- Born: David Compton Tallichet Jr. December 20, 1922 Dallas, Texas, U.S.
- Died: October 31, 2007 (aged 84) Orange, California, U.S.
- Education: Sewanee: The University of the South University of Texas at Dallas Southern Methodist University
- Occupation: Businessman
- Known for: Starting theme restaurants
- Spouse(s): Cecilia Dennis (divorced) Carol Schmidt ​(m. 1984)​
- Children: 4
- Relatives: Margaret Tallichet (sister)

= David Tallichet =

American businessman (1922–2007)

David Compton Tallichet Jr. (December 20, 1922 – October 31, 2007) was an American businessman who started, but did not originate, themed restaurants. He also owned scores of classic military aircraft.

==Early life==
Born in Dallas, Texas, Tallichet graduated from the University of the South in Tennessee, the University of Texas at Dallas; he later attended Southern Methodist University in Texas, but left before completing his English degree.

==US Army Air Forces==
Joining the United States Army Air Forces, he was deployed to Europe during World War II, initially flying as co-pilot on a Boeing B-17 Flying Fortress. His crew became part of the 350th Bombardment Squadron, which in February 1945 joined the 100th Bombardment Group, based at RAF Thorpe Abbotts. He flew more than 20 missions in an aircraft called Spirit of Pittwood. After the war, Tallichet flew transport aircraft in Europe.

After mustering out of active service, he joined the New Mexico Air National Guard, flying the P-51 Mustang. Tallichet remained on active reserve status in the United States Air Force until 1957.

==Career==
After he left the Army, Tallichet joined Hilton Hotels. In 1955, he was managing the Lafayette Hotel in Long Beach, California, which hosted a Miss Universe beauty pageant; he later married the contestant from Indiana.

===Restaurants===
In 1958, Tallichet and SeaWorld founder George Millay formed Specialty Restaurants Corporation, a destination-restaurant business. Their first location was Polynesian-themed Reef in Long Beach, California; the second was Castaway in Burbank, California. Ultimately, Tallichet designed, financed, or built more than 100 restaurants across the United States, including the Proud Bird next to Los Angeles International Airport and 94th Aero Squadron near Van Nuys Airport. Many designs were shaped by Tallichet's experience as a military aviator.

===Military Aircraft Restoration Corp===
Inspired by a trip to the Smithsonian National Air and Space Museum in the early 1960s, he began to buy vintage aircraft. His first purchases were: a P-51 Mustang for $13,000; a B-25 Mitchell bomber; a Korean War MiG jet; a P-40 Tomahawk; a B-29 bomber; and a Martin B-26 Marauder. Tallichet formed Military Aircraft Restoration Corp., a subsidiary of the restaurant company, to manage his collection. Many of the organization's later aircraft were recovered wrecks from the Pacific Ocean, often around Papua New Guinea.

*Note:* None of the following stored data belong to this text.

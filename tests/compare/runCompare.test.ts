import { existsSync, readdirSync, readFileSync } from 'node:fs';
import path from 'node:path';
import { beforeAll, describe, expect, it } from 'vitest';
import { runCompare, type CompareResult } from '../../src/compare/runCompare.js';
import { expandVaryMatrix } from '../../src/compare/variants.js';
import { readWavFile } from '../../src/audio/wavRead.js';
import { integratedLoudness } from '../../src/dsp/loudness.js';
import { expectClose } from '../helpers/expectClose.js';
import { makeTempDir, NIGHT_DRIVE, writeDemoTake } from './compareFixtures.js';

const TARGET_LUFS = -18;
let dir: string;
let out: string;
let result: CompareResult;

beforeAll(async () => {
  dir = makeTempDir('compare');
  out = path.join(dir, 'out');
  const first = await writeDemoTake(dir, 'pluck.wav');
  const second = await writeDemoTake(dir, 'pluck copy.wav', 1.2);
  result = await runCompare({
    designPath: NIGHT_DRIVE,
    inputPaths: [first, second],
    outputDir: out,
    variants: expandVaryMatrix(['clip.diode=1n4148,no-such-diode,1n34a']),
    commonOverrides: ['drive=0.7'],
    match: { targetLufs: TARGET_LUFS, ceilingDbfs: -1 },
    oversample: 2,
    scale: { fullScaleVolts: 1 },
    bits: '24',
    dither: true,
    threads: 2,
  });
});

describe('runCompare', () => {
  it('renders every good variant of every take and keeps going past a bad one', () => {
    const { summary } = result;
    expect(summary.takes.map((t) => t.name)).toEqual(['pluck', 'pluck_copy']);
    for (const take of summary.takes) {
      expect(take.entries.map((e) => e.label)).toEqual(['dry', 'clip.diode=1n4148', 'clip.diode=no-such-diode', 'clip.diode=1n34a']);
      const [dry, silicon, bad, germanium] = take.entries;
      expect(dry.kind).toBe('dry');
      expect(bad.file).toBeNull();
      expect(bad.error).toMatch(/no-such-diode/);
      for (const good of [dry, silicon, germanium]) expect(existsSync(path.join(out, good.file ?? 'missing'))).toBe(true);
    }
    expect(summary.variants[1].error).toMatch(/unknown diode "no-such-diode"/);
    expect(summary.failures.some((line) => line.startsWith('variant 2 "clip.diode=no-such-diode"'))).toBe(true);
    expect(readdirSync(out).filter((name) => name.endsWith('.tmp'))).toEqual([]);
  });

  it("matches every written file within 0.5 LU of its take's level: the target, or the quietest player's when the ceiling held one", async () => {
    let matched = 0;
    for (const take of result.summary.takes) {
      const held = take.entries.some((entry) => entry.ceilingLimited);
      if (held) expect(take.matchedLufs!).toBeLessThan(TARGET_LUFS - 0.5);
      else expect(take.matchedLufs).toBe(TARGET_LUFS);
      for (const entry of take.entries) {
        if (entry.file === null) continue;
        const wav = await readWavFile(path.join(out, entry.file));
        // Measured independently of the program's report, on the written WAV (BS.1770-4 meter).
        const lufs = integratedLoudness(wav.channels, wav.sampleRate);
        let peak = 0;
        for (const channel of wav.channels) for (const x of channel) peak = Math.max(peak, Math.abs(x));
        expect(20 * Math.log10(peak)).toBeLessThanOrEqual(-1 + 0.001);
        if (entry.ceilingLimited) {
          expect(lufs).toBeLessThan(TARGET_LUFS - 0.5);
          expectClose(20 * Math.log10(peak), -1, { atol: 0.01 });
          expect(result.summary.ceilingLimited.some((line) => line.startsWith(`${entry.file}:`))).toBe(true);
        } else {
          expectClose(lufs, take.matchedLufs!, { atol: 0.5 });
          matched++;
        }
        expectClose(entry.loudnessLufs ?? NaN, lufs, { atol: 1e-6 });
      }
    }
    expect(matched).toBeGreaterThanOrEqual(4);
    // The dry pluck has a crest factor above 20 dB: -18 LUFS would need a peak above -1 dBFS.
    expect(result.summary.takes[0].entries[0].ceilingLimited).toBe(true);
  });

  it('writes summary.json with the documented keys and no non-finite numbers', () => {
    const summary = JSON.parse(readFileSync(result.summaryPath, 'utf8'));
    const entry = summary.takes[0].entries[1];
    for (const key of ['label', 'overrides', 'file', 'loudnessBeforeLufs', 'gainDb', 'ceilingLimited', 'peakDbfs', 'crestDb', 'thdPercent', 'centroidHz']) {
      expect(entry).toHaveProperty(key);
    }
    expect(entry.overrides).toEqual(['clip.diode=1n4148']);
    expect(summary.commonOverrides).toEqual(['drive=0.7']);
    // A clipping stage driven at 0.5 V makes distortion; THD is a percentage, the centroid in band.
    expect(entry.thdPercent).toBeGreaterThan(0.5);
    expect(entry.thdPercent).toBeLessThan(100);
    expect(entry.centroidHz).toBeGreaterThan(20);
    expect(entry.centroidHz).toBeLessThan(20000);
    expect(summary.takes[0].entries[0].thdPercent).toBeNull();
    expect(existsSync(result.pagePath)).toBe(true);
  });

  it("adds the THD at each take's own input peak: null for the dry take, ordered against the 0.5 V figure by level", () => {
    const take = result.summary.takes[0];
    expect(take.entries[0].thdAtTakePeakPercent).toBeNull();
    const variant = take.entries.find((entry) => entry.variant === 1)!;
    const sidecar = JSON.parse(readFileSync(path.join(out, variant.file!.replace(/\.wav$/, '.json')), 'utf8'));
    const inputPeakVolts: number = sidecar.input.peakVolts;
    expect(variant.thdAtTakePeakPercent!).toBeGreaterThan(0);
    // A diode clipper distorts more the harder it is driven (common practice): the take's peak
    // against the fixed 0.5 V reference orders the two THD figures.
    if (inputPeakVolts > 0.5) expect(variant.thdAtTakePeakPercent!).toBeGreaterThan(variant.thdPercent!);
    else expect(variant.thdAtTakePeakPercent!).toBeLessThan(variant.thdPercent!);
  });

  it('presets the blind test to two variants, not the dry take against variant 1', () => {
    const page = readFileSync(result.pagePath, 'utf8');
    // Variant 2 failed (unknown diode): the rendered variants are 1 and 3.
    expect(page).toMatch(/data-role="pick-1"><option value="0">[^<]*<\/option><option value="1" selected>/);
    expect(page).toMatch(/data-role="pick-2">(<option value="\d+">[^<]*<\/option>)*<option value="3" selected>/);
  });
});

On hearing about the proposed production of the movie Memphis Belle, Tallichet offered to fly his own B-17 across the Atlantic Ocean for filming.

At its peak in the mid-1990s, his collection included more than 120 aircraft. He slowly reduced his holdings, and owned around 50 at his death.

The company also made replica classic military aircraft for use as props in films, including Pearl Harbor and Collateral Damage, and later produced entrance themes for aircraft museums.

==Personal life==
Tallichet was married to Cecilia Dennis. They lived in Long Beach, then Newport Beach. They had four children: John, Catherine Ann, William (Bill), James and grandchildren Ashley, Catherine, Bryan, and Lauren. They divorced. He married Carol Schmidt in 1984, and they remained married for the remainder of his life. His sister, film actress Margaret Tallichet, was married to film director William Wyler.

Tallichet died at his home in Orange, California, of complications from prostate cancer, at age 84, on October 31, 2007.